Questionnaire de santé assurance emprunteur senior 2026
Questionnaire de santé assurance emprunteur 2026 : suppression loi Lemoine, antécédents, droit à l'oubli, fausse déclaration, AERAS. Guide seniors 55-85 ans.
Le questionnaire de santé est l’élément central de la souscription d’une assurance emprunteur, particulièrement après 55 ans. C’est aussi le document le plus mal rempli, par méconnaissance ou par crainte. Une omission peut entraîner la nullité du contrat (article L113-8 du Code des assurances), ruinant la protection des héritiers en cas de sinistre.
Ce guide détaille concrètement quels antécédents déclarer, quels exemptions prévoit la loi Lemoine, comment activer le droit à l’oubli, et quels pièges éviter en 2026.
À quoi sert le questionnaire de santé
Le questionnaire de santé permet à l’assureur d’évaluer le risque actuariel que représente votre profil.
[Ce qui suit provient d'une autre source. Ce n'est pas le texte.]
namespace Stochastic.Chains.Kernels;

/// <summary>
/// Substitutions with the factors L, rates U and pivots s that <see cref="StateReduction"/> leaves in a table.
/// </summary>
/// <remarks>
/// Restricted to the eliminated states, the matrix A with the row sums of the rates (exits included) on its diagonal and minus the rates off
/// it is A = (I - L)(S - U). Both factors have non-negative inverses, so that for a non-negative right-hand side nothing is subtracted, and
/// every entry of a solution carries a small relative error. Right-hand sides with signs are solved as well, without that promise. A method
/// returns false when a product or quotient of nonzero numbers could have left the normal range of doubles; the result is then void.
/// </remarks>
internal static class ReductionSolve
{
    /// <summary>States taken together when there are several right-hand sides.</summary>
    private const int Block = 64;

    /// <summary>
    /// Writes the stationary distribution of a chain of which all states but the last were eliminated: x_k is the sum over i greater than k
    /// of x_i·L_ik, then all are divided by their sum.
    /// </summary>
    internal static bool Stationary(MatrixView table, int states, Span<double> distribution)
    {
        distribution[states - 1] = 1;
        if (!ExtendLeft(table, states, states - 1, distribution))
        {
            return false;
        }

        var sum = VectorLoops.Sum(distribution);
        if (!NormalRange.KeepsPivot(sum) || NormalRange.Extent(distribution).Smallest / sum < NormalRange.Smallest)
        {
            return false;
        }

        VectorLoops.Divide(distribution, sum, distribution);
        return true;
    }

    /// <summary>
    /// Extends weights of the kept states, rows pivots..rows-1, to the eliminated ones: x_k is the sum over i greater than k of x_i·L_ik.
    /// </summary>
    internal static bool ExtendLeft(MatrixView table, int rows, int pivots, Span<double> weights)
    {
        weights[..pivots].Clear();
        return AddFactors(table, rows, pivots, weights);
    }

    /// <summary>Solves y·A = b in place. The states are the first <paramref name="pivots"/> ones of the table.</summary>
    internal static bool SolveLeft(MatrixView table, ReadOnlySpan<double> sums, int pivots, Span<double> values)
    {
        for (var state = 0; state < pivots; state++)
        {
            if (values[state] == 0)
            {
                continue;
            }

            var rates = table.Row(state, state + 1, pivots - state - 1);
            var value = values[state] / sums[state];
            values[state] = value;
            if (!IsUsable(value) || !NormalRange.KeepsProduct(Math.Abs(value), NormalRange.SmallestNonzero(rates)))
            {
                return false;
            }

            VectorLoops.AddScaled(value, rates, values[(state + 1)..pivots]);
        }

        return AddFactors(table, pivots, pivots, values);
    }

    /// <summary>Solves A·h = c in place: forward c_i += L_ik·c_k, then backward h_k = (c_k + U_k·h)/s_k.</summary>
    internal static bool SolveRight(MatrixView table, ReadOnlySpan<double> sums, int pivots, Span<double> values)
    {
        var smallest = double.PositiveInfinity;
        for (var state = 0; state < pivots; state++)
        {
            var factors = table.Row(state, 0, state);
            values[state] += VectorLoops.Dot(factors, values[..state]);
            if (!NormalRange.KeepsProduct(NormalRange.SmallestNonzero(factors), smallest))
            {
                return false;
            }

            smallest = Math.Min(smallest, values[state] == 0 ? double.PositiveInfinity : Math.Abs(values[state]));
        }

        smallest = double.PositiveInfinity;
        for (var state = pivots - 1; state >= 0; state--)
        {
            var rates = table.Row(state, state + 1, pivots - state - 1);
            var total = values[state] + VectorLoops.Dot(rates, values[(state + 1)..pivots]);
            var value = total / sums[state];
            values[state] = value;
            if (!NormalRange.KeepsProduct(NormalRange.SmallestNonzero(rates), smallest) || (total != 0 && !IsUsable(value)))
            {
                return false;
            }

            smallest = Math.Min(smallest, total == 0 ? double.PositiveInfinity : Math.Abs(value));
        }

        return true;
    }

    /// <summary>
    /// Solves A·H = C in place for several non-negative right-hand sides, the columns of <paramref name="values"/> (pivots x count).
    /// </summary>
    /// <exception cref="OperationCanceledException">Cancellation was requested.</exception>
    internal static bool SolveRight(
        MatrixView table, ReadOnlySpan<double> sums, int pivots, MatrixView values, int count, InstructionSet instructions, WorkSharing sharing)
    {
        var smallestFactor = double.PositiveInfinity;
        var smallestRate = double.PositiveInfinity;
        var smallestForward = double.PositiveInfinity;
        var smallestBackward = double.PositiveInfinity;
        for (var first = 0; first < pivots; first += Block)
        {
            var next = Math.Min(first + Block, pivots);
            MatrixMultiply.Add(table.From(first, 0), values, values.From(first, 0), next - first, first, count, instructions, sharing);
            for (var state = first; state < next; state++)
            {
                var row = values.Row(state, 0, count);
                for (var before = first; before < state; before++)
                {
                    VectorLoops.AddScaled(table[state, before], values.Row(before, 0, count), row);
                }

                smallestFactor = Math.Min(smallestFactor, NormalRange.Extent(table.Row(state, 0, state)).Smallest);
                smallestForward = Math.Min(smallestForward, NormalRange.Extent(row).Smallest);
            }
        }

        for (var next = pivots; next > 0; next = (next - 1) / Block * Block)
        {
            var first = (next - 1) / Block * Block;
            MatrixMultiply.Add(
                table.From(first, next), values.From(next, 0), values.From(first, 0), next - first, pivots - next, count, instructions, sharing);
            for (var state = next - 1; state >= first; state--)
            {
                var row = values.Row(state, 0, count);
                for (var after = state + 1; after < next; after++)
                {
                    VectorLoops.AddScaled(table[state, after], values.Row(after, 0, count), row);
                }

                var (smallest, largest) = NormalRange.Extent(row);
                if (!(smallest / sums[state] >= NormalRange.Smallest && double.IsFinite(largest / sums[state])))
                {
                    return false;
                }

                VectorLoops.Divide(row, sums[state], row);
                smallestRate = Math.Min(smallestRate, NormalRange.Extent(table.Row(state, state + 1, pivots - state - 1)).Smallest);
                smallestBackward = Math.Min(smallestBackward, smallest / sums[state]);
            }
        }

        return NormalRange.KeepsProduct(smallestFactor, smallestForward) && NormalRange.KeepsProduct(smallestRate, smallestBackward);
    }

    private static bool AddFactors(MatrixView table, int rows, int pivots, Span<double> values)
    {
        for (var row = rows - 1; row > 0; row--)
        {
            var value = values[row];
            if (value == 0)
            {
                continue;
            }

            var factors = table.Row(row, 0, Math.Min(row, pivots));
            if (!IsUsable(value) || !NormalRange.KeepsProduct(Math.Abs(value), NormalRange.SmallestNonzero(factors)))
            {
                return false;
            }

            VectorLoops.AddScaled(value, factors, values[..factors.Length]);
        }

        return double.IsFinite(values[0]);
    }

    private static bool IsUsable(double value) => Math.Abs(value) >= NormalRange.Smallest && double.IsFinite(value);
}
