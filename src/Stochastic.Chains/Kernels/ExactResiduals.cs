namespace Stochastic.Chains.Kernels;

/// <summary>
/// The residuals of a refined solution without rounding, for systems so ill-conditioned that even the rounding of double-double would
/// count. About ten times as slow.
/// </summary>
/// <remarks>Numbers are scaled to at most 2⁹⁰⁰ or so; what is cut off below 2⁻¹¹²⁰ is counted as the smallest subnormal double. No bound is
/// left below 2⁻⁶⁰⁰, so that solving with it stays in the normal range.</remarks>
internal static class ExactResiduals
{
    /// <summary>For more states the sums would take too much memory.</summary>
    internal const int MostStates = 5000;

    private const int Unit = -1120;
    private const int Highest = 960;
    private const double SmallestBound = 2.409919865102884e-181;

    /// <summary>The imbalances of the first states, and upper bounds of their absolute values: see <see cref="StateFlows{TRows}"/>.</summary>
    internal static void FindImbalances<TRows>(
        TRows rows, ReadOnlySpan<int> states, double[] highs, double[] lows, double[] imbalances, double[] bounds)
        where TRows : struct, IRateRows
    {
        var sums = new ExactSums(rows.Count, Unit, Highest);
        foreach (var from in states)
        {
            var rates = rows.Rates(from);
            for (var position = 0; position < rates.Length; position++)
            {
                var to = rows.Column(from, position);
                if (to != from && rates[position] != 0)
                {
                    sums.MoveProduct(from, to, rates[position], highs[from]);
                    sums.MoveProduct(from, to, rates[position], lows[from]);
                }
            }
        }

        for (var k = 0; k < imbalances.Length; k++)
        {
            Read(sums, states[k], out imbalances[k], out bounds[k]);
        }
    }

    /// <summary>The right-hand sides minus Σ p (z − z_j), and upper bounds of their absolute values.</summary>
    internal static void FindDifferences<TRows>(
        TRows rows, ReadOnlySpan<int> states, ReadOnlySpan<double> given, double[] highs, double[] lows, double[] residuals, double[] bounds)
        where TRows : struct, IRateRows
    {
        const int Rest = 0;
        const int Sum = 1;
        for (var k = 0; k < states.Length; k++)
        {
            var sums = new ExactSums(2, Unit, Highest);
            var state = states[k];
            var rates = rows.Rates(state);
            sums.MoveProduct(Rest, Sum, given[k], 1);
            for (var position = 0; position < rates.Length; position++)
            {
                var column = rows.Column(state, position);
                if (column != state && rates[position] != 0)
                {
                    sums.MoveProduct(Sum, Rest, rates[position], highs[state]);
                    sums.MoveProduct(Sum, Rest, rates[position], lows[state]);
                    sums.MoveProduct(Rest, Sum, rates[position], highs[column]);
                    sums.MoveProduct(Rest, Sum, rates[position], lows[column]);
                }
            }

            Read(sums, Sum, out residuals[k], out bounds[k]);
        }
    }

    private static void Read(ExactSums sums, int index, out double residual, out double bound)
    {
        residual = sums.Value(index, 0);
        bound = Math.Max(Upward.Add(sums.UpperMagnitude(index, 0), double.Epsilon), SmallestBound);
    }
}
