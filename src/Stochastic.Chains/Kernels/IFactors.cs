namespace Stochastic.Chains.Kernels;

/// <summary>
/// Factors of the matrix A of a system of first steps over some states, in an order of their own: row sums of the rates, exits included,
/// on the diagonal and minus the rates off it. Its inverse is non-negative.
/// </summary>
internal interface IFactors
{
    /// <summary>Solves y · A = b in place; false when a number left the normal range of doubles.</summary>
    bool SolveLeft(Span<double> values);

    /// <summary>Solves A · h = c in place; false when a number left the normal range of doubles.</summary>
    bool SolveRight(Span<double> values);
}
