namespace Stochastic.Chains.Kernels;

/// <summary>
/// Iterative refinement of a stationary distribution, with residuals in double-double, and the componentwise bound that the positive
/// inverse of the system without a reference state gives.
/// </summary>
/// <remarks>
/// Let k be the reference state, A the matrix I − P without it, and v the invariant vector with v_k = z_k for a positive vector z. With the
/// imbalances r_j = Σ_i z_i p_ij − z_j Σ_l p_jl one has (v − z) A = r outside k, and A⁻¹ is non-negative, so |v − z| ≤ |r| A⁻¹: one
/// substitution with the factors, free of subtraction, of upper bounds of |r| that count the rounding of computing it. The relative error
/// β of that substitution makes the result at most 1 / (1 − β) larger. If it is at most ω z everywhere, the shares z / Σz are within
/// 2 ω / (1 − ω) of those of v, which are the truth. Sum, quotient and final rounding are counted. Refinement contracts while κ u is
/// small, κ being about the expected number of jumps until k, so k should have a large share; the bound does not depend on that.
/// </remarks>
internal static class RefinedStationary
{
    private const int ScaledExponent = 900;

    /// <summary>
    /// Refines the shares of one recurrent class in place and returns a bound on the relative error of each; +∞ when they were left as they
    /// are because refinement does not contract or a number left the range.
    /// </summary>
    /// <param name="rows">The rates of the whole chain; from the states of the class they lead to states of the class only.</param>
    /// <param name="states">The states of the class in the order of the factors, the reference state last.</param>
    /// <param name="values">The shares by state of the chain.</param>
    /// <param name="factors">The factors of the system without the reference state.</param>
    /// <param name="solveError">A bound below 1 on the relative error of solving with a non-negative right-hand side.</param>
    /// <param name="reach">How far the shares may be from the truth.</param>
    /// <param name="cancellation">Looked at in each step.</param>
    internal static double Refine<TRows, TFactors>(
        TRows rows, ReadOnlySpan<int> states, Span<double> values, TFactors factors, double solveError, RefinementReach reach,
        CancellationToken cancellation)
        where TRows : struct, IRateRows
        where TFactors : IFactors
    {
        if (!ScaledWeights.TryScale(states, values, ScaledExponent, out var highs, out _))
        {
            return double.PositiveInfinity;
        }

        int[] order = [.. states];
        var others = order[..^1];
        var refinement = new Refinement(others, highs, reach);
        var flows = new StateFlows<TRows>(rows, states);
        Func<double[], bool> solve = numbers => factors.SolveLeft(numbers);
        Func<double> findError = () => LargestError(others, refinement, factors, solveError);
        refinement.Improve(
            () => flows.FindImbalances(highs, refinement.Lows, refinement.Residuals, refinement.Bounds), findError, solve, cancellation);
        if (refinement.NeedsExactResiduals)
        {
            refinement.Improve(
                () => ExactResiduals.FindImbalances(rows, order, highs, refinement.Lows, refinement.Residuals, refinement.Bounds),
                findError,
                solve,
                cancellation);
        }

        return refinement.Error < 1 ? Normalize(states, refinement, values) : double.PositiveInfinity;
    }

    /// <summary>A bound on |v_j − z_j| / z_j over the states.</summary>
    private static double LargestError<TFactors>(
        int[] states, Refinement refinement, TFactors factors, double solveError)
        where TFactors : IFactors
    {
        var bounds = refinement.Bounds;
        if (!factors.SolveLeft(bounds))
        {
            return double.PositiveInfinity;
        }

        var largest = 0.0;
        for (var k = 0; k < bounds.Length; k++)
        {
            largest = Math.Max(largest, Upward.Divide(bounds[k], refinement.Highs[states[k]] * (1 - (4 * Refinement.UnitRoundoff))));
        }

        return Upward.Divide(largest, Upward.LowerDifference(1, solveError));
    }

    /// <summary>Writes the shares, each rounded once, and returns the bound on their relative errors.</summary>
    private static double Normalize(ReadOnlySpan<int> states, Refinement refinement, Span<double> values)
    {
        var (highs, lows, error) = (refinement.BestHighs, refinement.BestLows, refinement.Error);
        var total = (High: 0.0, Low: 0.0);
        foreach (var state in states)
        {
            total = DoubleDouble.Add(total.High, total.Low, highs[state], lows[state]);
        }

        var shares = new double[states.Length];
        for (var k = 0; k < shares.Length; k++)
        {
            var state = states[k];
            shares[k] = DoubleDouble.Divide(highs[state], lows[state], total.High, total.Low).High;
            if (!double.IsNormal(shares[k]))
            {
                return double.PositiveInfinity;
            }
        }

        for (var k = 0; k < shares.Length; k++)
        {
            values[states[k]] = shares[k];
        }

        var ratio = Upward.Divide(2 * error, Upward.LowerDifference(1, error));
        var rounding = Upward.Add(Refinement.UnitRoundoff, 2 * DoubledLoops.SumError(states.Length));
        return Upward.Add(ratio, Upward.Multiply(rounding, Upward.Add(1, ratio)));
    }
}
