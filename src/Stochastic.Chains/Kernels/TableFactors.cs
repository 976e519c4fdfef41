namespace Stochastic.Chains.Kernels;

/// <summary>The factors that <see cref="StateReduction"/> leaves in a table, as the proofs use them.</summary>
internal readonly struct TableFactors(MatrixView table, double[] sums) : IFactors
{
    public bool SolveLeft(Span<double> values) => ReductionSolve.SolveLeft(table, sums, sums.Length, values);

    public bool SolveRight(Span<double> values) => ReductionSolve.SolveRight(table, sums, sums.Length, values);
}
Il sert à trois choses :
- Calculer la prime (avec ou sans surprime selon antécédents).
- Identifier les exclusions de garanties éventuelles.
- Prouver la bonne foi de l’assuré en cas de sinistre.
Sans questionnaire, l’assureur ne peut pas accepter de couvrir le risque (sauf cas spécifiques de la loi Lemoine, voir ci-dessous).
Suppression du questionnaire : conditions loi Lemoine
Depuis le 1er juin 2022, le questionnaire est supprimé si les deux conditions cumulatives suivantes sont réunies :
- Capital assuré sur la tête ≤ 200 000 € (ou 400 000 € pour un couple en quotité 50/50).
- Terme du prêt intervient avant les 60 ans de l’emprunteur.
Pour la majorité des seniors, le questionnaire reste obligatoire
La deuxième condition (fin avant 60 ans) est presque jamais remplie pour un emprunteur senior. Si vous empruntez à 55 ans pour un prêt qui se termine après vos 60 ans (cas standard), le questionnaire reste obligatoire. Pour les seniors, ce sont essentiellement la convention AERAS et le droit à l’oubli qui prennent le relais.
Voir notre guide complet loi Lemoine et seniors
Antécédents à déclarer obligatoirement
Le questionnaire couvre 5 grandes catégories :
1. Antécédents médicaux personnels
- Pathologies chroniques : HTA, diabète, asthme, BPCO, insuffisance rénale, etc.
- Cancers (sauf droit à l’oubli applicable, voir plus loin).
- Antécédents cardio-vasculaires : infarctus, AVC, AOMI, FA.
- Antécédents psychiatriques : dépression, troubles bipolaires, schizophrénie.
- Pathologies neurologiques : SEP, Parkinson, épilepsie.
- Hépatites virales (B et C).
2. Traitements en cours
Liste exhaustive des médicaments pris quotidiennement, avec posologie. Inclus : antihypertenseurs, antidiabétiques, antidépresseurs, anticoagulants, etc.
3. Consommations à risque
- Tabac (cigarette, cigare, e-cigarette avec nicotine, tabac chauffé).
- Alcool si consommation excessive ou ATCD d’alcoolisme.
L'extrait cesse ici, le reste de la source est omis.